ASSIGNMENT:
Repeat exactly the lines from the start of the records below through the line that contains "const of = needOf(result, need)", including both.
*** INPUT DATA Section Begins ***
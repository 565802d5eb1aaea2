import { useLayoutEffect, useRef, useState } from 'react'
import { Button as AriaButton } from 'react-aria-components'
import { M_PER_NM, type OptionRef, type OptionResult } from '../../../core/index.ts'
import { inSightPctOf } from '../../charts/index.ts'
import { OptionsChart } from '../../charts/printers.tsx'
import { optionKey, sameOption, studyOptions } from '../../document/index.ts'
import { Button, Caution, FigureButton, Select, Value } from '../../ui/index.ts'
import {
  cautionsFor,
  EMPTY_WORDS,
  formatAngle,
  formatAreaUp,
  formatDbUp,
  formatFloor,
  formatMargin,
  formatMast,
  formatMetPct,
  formatSetting,
  type Quantity,
  textOf,
  toFace,
  type UnitSystem,
  unitOf,
} from '../../words/index.ts'
import { useDoc, useResults, useSession, useView } from '../session/index.ts'
import { Explain } from './Explain.tsx'
import { FLOOR_RANGE_M, floorNear, needOf } from './figuresOf.ts'

interface Column {
  readonly id: string
  readonly head: string
  value(result: OptionResult, need: string | null, system: UnitSystem): Quantity
  /** Key of the figure in the summary, for its explanation. */
  key(result: OptionResult, need: string | null): string | null
}
const needFigureKey = (result: OptionResult, need: string | null, tail: string): string | null => {
  const of = needOf(result, need)
  return of ? `need_${of.needId}_${tail}` : null
}
const COLUMNS: readonly Column[] = [
  {
    id: 'inSight',
    head: 'In sight',
    value: (r, need) => formatMetPct(inSightPctOf(r, need)),
    key: (r, need) => needFigureKey(r, need, 'in_sight_pct') ?? 'ground_in_sight_km2',
  },
  {
    id: 'margin',
    head: 'Worst margin',
    value: (r, need, system) => formatMargin(needOf(r, need)?.worstMarginM, system),
    key: (r, need) => needFigureKey(r, need, 'worst_margin_m'),
  },
  {
    id: 'over40',
    head: 'C/N over 40 dB',
    value: (r, _need, system) => formatAreaUp(r.figures.clutterOverKm2.over40, system),
    key: () => 'clutter_over_40_km2',
  },
  {
    id: 'suppression',
    head: 'Suppression needed, 90 %',
    value: (r, need) => formatDbUp(needOf(r, need)?.suppression.p90Db),
    key: (r, need) => needFigureKey(r, need, 'suppression_needed_90_db'),
  },
  {
    id: 'floor',
    head: 'Floor at 20 NM, worst',
    value: (r, _need, system) => formatFloor(floorNear(r)?.worstM, system),
    key: (r) => {
      const floor = floorNear(r)
      return floor ? `floor_${Math.round(floor.rangeM / M_PER_NM)}nm_worst_m` : null
    },
  },
]

/** A stated range without decimals it does not have: `20 NM`, `37 km`. */
const roundRange = (m: number, system: UnitSystem): string => textOf(formatSetting(toFace('range', m, system), unitOf('range', system), 1))

/** All options side by side; each figure says what it is and shows where it comes from. */
export function CompareStep() {
  const { view } = useSession()
  const doc = useDoc((d) => d)
  const byOption = useResults((r) => r.byOption)
  const shown = useView((v) => v.option)
  const need = useView((v) => v.need)
  const system = useView((v) => v.units)
  const explaining = useView((v) => v.chart === 'figure')
  const options = studyOptions(doc)
  const needs = (doc.needs ?? []).filter((n) => n.kind === 'layer')
  const withTilt = new Set(options.map((o) => o.tiltDeg)).size > 1
  const results = options.flatMap((o) => byOption.get(optionKey(o)) ?? [])
  const show = (option: OptionRef) => view.getState().set({ option })
  if (options.length === 0)
    return (
      <div className="empty">
        <h3>{EMPTY_WORDS.compare.title}</h3>
        <p className="ink-2">{EMPTY_WORDS.compare.reason}</p>
        <Button onPress={() => view.getState().set({ step: 'candidates' })}>Place a candidate</Button>
      </div>
    )
  const floorRange = results[0] ? floorNear(results[0])?.rangeM : undefined
  const headOf = (c: Column) => (c.id === 'floor' ? `Floor at ${roundRange(floorRange ?? FLOOR_RANGE_M, system)}, worst` : c.head)
  return (
    <div className="compare">
      {needs.length > 1 ? (
        <div className="pick-need">
          <Select
            label="Against"
            value={need ?? needs[0].id}
            choices={needs.map((n) => ({ id: n.id, words: n.name ?? n.id }))}
            onChange={(id) => view.getState().set({ need: id })}
          />
        </div>
      ) : null}
      <table className="table">
        <caption className="visually-hidden">Options compared</caption>
        <thead>
          <tr>
            <th scope="col">Candidate</th>
            <th scope="col">Mast</th>
            {withTilt ? <th scope="col">Tilt</th> : null}
            {COLUMNS.map((c) => (
              <th key={c.id} scope="col">
                {headOf(c)}
              </th>
            ))}
          </tr>
        </thead>
        <tbody>
          {options.map((o, i) => {
            const key = optionKey(o)
            const result = byOption.get(key)
            const first = i === 0 || options[i - 1].candidate !== o.candidate
            const name = doc.candidates.find((c) => c.id === o.candidate)?.name ?? ''
            const on = sameOption(o, shown)
            return (
              <tr key={key} className={[on ? 'on' : '', first ? 'first' : ''].join(' ')}>
                <td>
                  {first ? (
                    <>
                      <b>{o.candidate}</b> {name === o.candidate ? '' : name}
                    </>
                  ) : null}
                </td>
                <td>
                  <AriaButton
                    className={on ? 'chip on' : 'chip'}
                    aria-pressed={on}
                    aria-label={`Show ${o.candidate} at ${o.heightM} m`}
                    onPress={() => show(o)}
                  >
                    {textOf(formatMast(o.heightM))}
                  </AriaButton>
                </td>
                {withTilt ? <td>{textOf(formatAngle(o.tiltDeg, 0.1))}</td> : null}
                {COLUMNS.map((c) => (
                  <td key={c.id}>
                    {result ? (
                      <FigureCell
                        words={`${headOf(c)} of ${o.candidate} at ${o.heightM} m`}
                        value={c.value(result, need, system)}
                        onPress={() => {
                          const figure = c.key(result, need)
                          if (figure) view.getState().set({ option: o, chart: 'figure', figure })
                        }}
                      />
                    ) : (
                      <span className="ink-3">…</span>
                    )}
                  </td>
                ))}
              </tr>
            )
          })}
        </tbody>
      </table>
      {explaining ? <Explain /> : null}
      <div className="cautions">
        {cautionsFor('compare').map((c) => (
          <Caution key={c}>{c}</Caution>
        ))}
      </div>
      {results.length > 1 ? <Plot results={results} need={need} shown={shown} system={system} onChoose={show} /> : null}
    </div>
  )
}

function FigureCell({ words, value, onPress }: { words: string; value: Quantity; onPress: () => void }) {
  return (
    <FigureButton label={`${words}: ${textOf(value)}; explain`} onPress={onPress}>
      <Value of={value} />
    </FigureButton>
  )
}

function Plot(props: {
  results: readonly OptionResult[]
  need: string | null
  shown: OptionRef | null
  system: UnitSystem
  onChoose: (option: OptionRef) => void
}) {
  const box = useRef<HTMLDivElement>(null)
  const [width, setWidth] = useState(0)
  useLayoutEffect(() => {
    const element = box.current
    if (!element) return
    const watch = new ResizeObserver(([entry]) => setWidth(Math.floor(entry.contentRect.width)))
    watch.observe(element)
    return () => watch.disconnect()
  }, [])
  return (
    <figure className="plot" ref={box}>
      <figcaption className="ink-2">
        Coverage against clutter, one line per candidate; more ground in sight is not better by itself
      </figcaption>
      {width > 0 ? (
        <OptionsChart
          results={props.results}
          needId={props.need}
          selected={props.shown}
          width={width}
          height={Math.round(Math.min(420, Math.max(280, width * 0.5)))}
          system={props.system}
          size={12}
          onChoose={props.onChoose}
        />
      ) : null}
    </figure>
  )
}
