import { memo, useEffect, useState } from 'react'
import type { Change, OptionRef, StudyDoc } from '../../../core/index.ts'
import { optionKey, studyOptions } from '../../document/index.ts'
import { Button, Select } from '../../ui/index.ts'
import { CHANGE_WORDS, optionWords, type UnitSystem } from '../../words/index.ts'
import { useGround, useSession } from '../session/index.ts'
import { sentenceOf } from '../session/notices.ts'
import { ChangeTables } from './ChangeTables.tsx'

/** Obstacles offered by name, at most. */
const MOST_OBSTACLES = 200
const WITHOUT = 'without '

/** One option against another, or against itself without an obstacle: which needs and fixes change, sectors, floors and areas. */
export const ChangeSection = memo(function ChangeSection({
  doc,
  shown,
  system,
}: {
  doc: StudyDoc
  shown: OptionRef | null
  system: UnitSystem
}) {
  const { client, notices } = useSession()
  const ground = useGround((g) => g.ground)
  const obstacles = useGround((g) => g.obstacles)
  const options = studyOptions(doc)
  const [chosen, setChosen] = useState<{ before: string; after: string } | null>(null)
  const [held, setHeld] = useState<{ key: string; change: Change } | null>(null)
  const [working, setWorking] = useState(false)
  const withTilt = new Set(options.map((o) => o.tiltDeg)).size > 1
  const before = options.find((o) => optionKey(o) === (chosen?.before ?? (shown ? optionKey(shown) : ''))) ?? options[0]
  // what was found holds for this study and ground alone
  // biome-ignore lint/correctness/useExhaustiveDependencies: another study or ground is what this waits for
  useEffect(() => setHeld(null), [doc, ground])
  if (!before || !ground) return null
  const names = [...new Set(obstacles.map((o) => o.name).filter((n) => n !== ''))].slice(0, MOST_OBSTACLES)
  const afters = [
    ...options.filter((o) => o !== before).map((o) => ({ id: optionKey(o), words: optionWords(o, withTilt) })),
    ...names.map((n) => ({ id: WITHOUT + n, words: CHANGE_WORDS.without(n) })),
  ]
  if (afters.length === 0) return null
  const taller = options.find((o) => o.candidate === before.candidate && o.tiltDeg === before.tiltDeg && o.heightM > before.heightM)
  const after = afters.find((a) => a.id === chosen?.after)?.id ?? (taller ? optionKey(taller) : afters[0].id)
  const without = after.startsWith(WITHOUT) ? after.slice(WITHOUT.length) : null
  const key = `${optionKey(before)}>${after}`
  const ask = () => {
    const target = without === null ? options.find((o) => optionKey(o) === after) : before
    if (!target) return
    setWorking(true)
    client
      .ask('change', { before, after: target, ...(without === null ? {} : { without: [without] }) })
      .then((change) => change && setHeld({ key, change }))
      .catch((error: unknown) => notices.getState().say(sentenceOf(error), 'bad'))
      .finally(() => setWorking(false))
  }
  const name = optionWords(before, withTilt)
  return (
    <section className="changes" aria-label={CHANGE_WORDS.title}>
      <h3>{CHANGE_WORDS.title}</h3>
      <div className="change-row">
        <Select
          label={CHANGE_WORDS.before}
          value={optionKey(before)}
          choices={options.map((o) => ({ id: optionKey(o), words: optionWords(o, withTilt) }))}
          onChange={(id) => setChosen({ before: id, after })}
        />
        <Select
          label={CHANGE_WORDS.after}
          value={after}
          choices={afters}
          onChange={(id) => setChosen({ before: optionKey(before), after: id })}
        />
        <Button onPress={ask} disabled={working}>
          {working ? CHANGE_WORDS.working : CHANGE_WORDS.show}
        </Button>
      </div>
      {held && held.key === key ? (
        <ChangeTables
          change={held.change}
          system={system}
          words={without === null ? `${name} → ${afters.find((a) => a.id === after)?.words}` : `${name} ${CHANGE_WORDS.without(without)}`}
        />
      ) : (
        <p className="ink-2">{CHANGE_WORDS.hint}</p>
      )}
    </section>
  )
})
*** INPUT DATA Section Ends ***
OUTPUT:
repository 565802d5eb1aaea2
import { useLayoutEffect, useRef, useState } from 'react'
import { Button as AriaButton } from 'react-aria-components'
import { M_PER_NM, type OptionRef, type OptionResult } from '../../../core/index.ts'
import { inSightPctOf } from '../../charts/index.ts'
import { OptionsChart } from '../../charts/printers.tsx'
import { optionKey, sameOption, studyOptions } from '../../document/index.ts'
import { Button, Caution, FigureButton, Select, Value } from '../../ui/index.ts'
import {
  cautionsFor,
  EMPTY_WORDS,
  formatAngle,
  formatAreaUp,
  formatDbUp,
  formatFloor,
  formatMargin,
  formatMast,
  formatMetPct,
  formatSetting,
  type Quantity,
  textOf,
  toFace,
  type UnitSystem,
  unitOf,
} from '../../words/index.ts'
import { useDoc, useResults, useSession, useView } from '../session/index.ts'
import { Explain } from './Explain.tsx'
import { FLOOR_RANGE_M, floorNear, needOf } from './figuresOf.ts'

interface Column {
  readonly id: string
  readonly head: string
  value(result: OptionResult, need: string | null, system: UnitSystem): Quantity
  /** Key of the figure in the summary, for its explanation. */
  key(result: OptionResult, need: string | null): string | null
}
const needFigureKey = (result: OptionResult, need: string | null, tail: string): string | null => {
  const of = needOf(result, need)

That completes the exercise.